Theresa May’s launch of a review into university funding shows she has her priorities all wrong, says the Sun. It is true that the funding system for higher education ‘is broken’. ‘But it is nowhere near a priority for Britain, Theresa May or the Tories,’ according to the paper. Yes, ‘some fees should be slashed’. And yes, ‘many courses are pointless’. But the Prime Minister is merely ‘tinkering’ in a bid to match Corbyn’s ‘economically insane’ promise of free tuition. She should stop doing so now, says the Sun, which calls her promised shake-up ‘a distraction from what really matters to millennials’: the ‘dire shortage’ of homes. ‘Suffocating planning rules, sluggish developers and NIMBYs’ should be the Tories’ target – not tuition fees, the paper concludes.

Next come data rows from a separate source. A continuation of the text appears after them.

"""Scenario files (``demo_cases/*.toml``): patient, lesions, ROIs and series of a synthetic study.

A scenario is data. This module reads one, checks every key and value, and returns frozen
dataclasses; ``docs/synthetic.md`` describes the format.
"""

from __future__ import annotations

import tomllib
from dataclasses import dataclass
from pathlib import Path
from typing import Any

from sigreport.errors import InputError
from sigreport.lexicon import check_keys
from sigreport.model import EnhancementPattern, RoiKind, Role
from sigreport.synth.phantom import Cylinder, Ellipsoid, Solid, Sphere

Vec3 = tuple[float, float, float]

SEQUENCES = ("SE", "TSE", "IR", "GRE", "DWI", "ADC", "DIXON")
TE_KEYWORDS = ("in-phase", "opposed-phase")  # echo times worked out from the field strength
DIXON_IMAGES = ("water", "fat")
ORIENTATIONS = ("axial", "coronal", "sagittal")


@dataclass(frozen=True)
class Patient:
    name: str = "DEMO^PATIENT"
    id: str = "SIGDEMO"
    birth_date: str = ""
    sex: str = "O"


@dataclass(frozen=True)
class StudyMeta:
    date: str = "20261201"
    time: str = "090000"
    description: str = "MR (SYNTHETIC)"
    accession: str = ""
    referring_physician: str = ""


@dataclass(frozen=True)
class LesionPlan:
    """One lesion painted into the model: ``solids`` outermost first."""

    name: str
    solids: tuple[tuple[str, Solid], ...]


@dataclass(frozen=True)
class RoiPlan:
    id: str
    kind: RoiKind
    center_mm: Vec3
    site: str | None = None
    tissue: str | None = None  # reference / control tissue (a lexicon key)
    lesion: str | None = None  # lesions: what the ROI measures (truth.json "tissue")
    contains: tuple[str, ...] = ()
    radius_mm: float | None = None
    semi_axes_mm: Vec3 | None = None
    pattern: EnhancementPattern = EnhancementPattern.NONE
    reference: str | None = None
    outline: bool = False  # written to the case file as a mask (a drawn outline), not a shape

    @property
    def shape(self) -> str:
        if self.outline:
            return "mask"
        return "sphere" if self.semi_axes_mm is None else "ellipsoid"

Meanwhile, the Daily Telegraph adds to the pressure on Jeremy Corbyn over his alleged meetings with a former Czech agent. Despite the ‘shrug of indifference’ which has, for the most part, greeted this story, Corbyn – and John McDonnell – should not ‘escape the scrutiny’ that such alleged contact with foreign diplomats should mean. After all, Corbyn ‘aspires to be the Prime Minister’. This means that Britain ‘is entitled…to ask questions about (his) character’. ‘Imagine’ for instance, says the Telegraph, that a Tory leader had been accused of contact with an ‘apartheid-era South African spy’. The screams for an inquiry from Labour would be deafening. So, if Corbyn has nothing to hide from his meeting with Jan Sarkocy, a former Czech spy, then the Labour leader ‘would agree’ to the publications of ‘his Cold War files held in the archives of the various Iron Curtain security agencies’. ‘Mr Corbyn needs to explain himself,’ the Telegraph concludes.
John McDonnell’s hint that some investors in private finance initiative could lose out under a Labour government is an ‘own goal’, says the Times. There is no doubt that this policy is a ‘punitive’ one and has little to do with ‘economic management’, says the paper. We should remember, says the Times, that this plan is being proposed by a politician who ‘named Marx, Lenin and Trotsky as his ‘most significant influences’. In light of this, ‘even raising the possibility that the state might not compensate investors in PFI deals makes a perverse ideological sense’. Yet for all the ‘problems with PFIs’, such a plan would be a big mistake. While many would find it hard to feel sorry for investors in unpopular PFI deals losing out, it would ‘make any future public-private partnership more expensive for taxpayers’ in the long-term. ‘Labour’s policies are a threat to property and prosperity’, says the Times.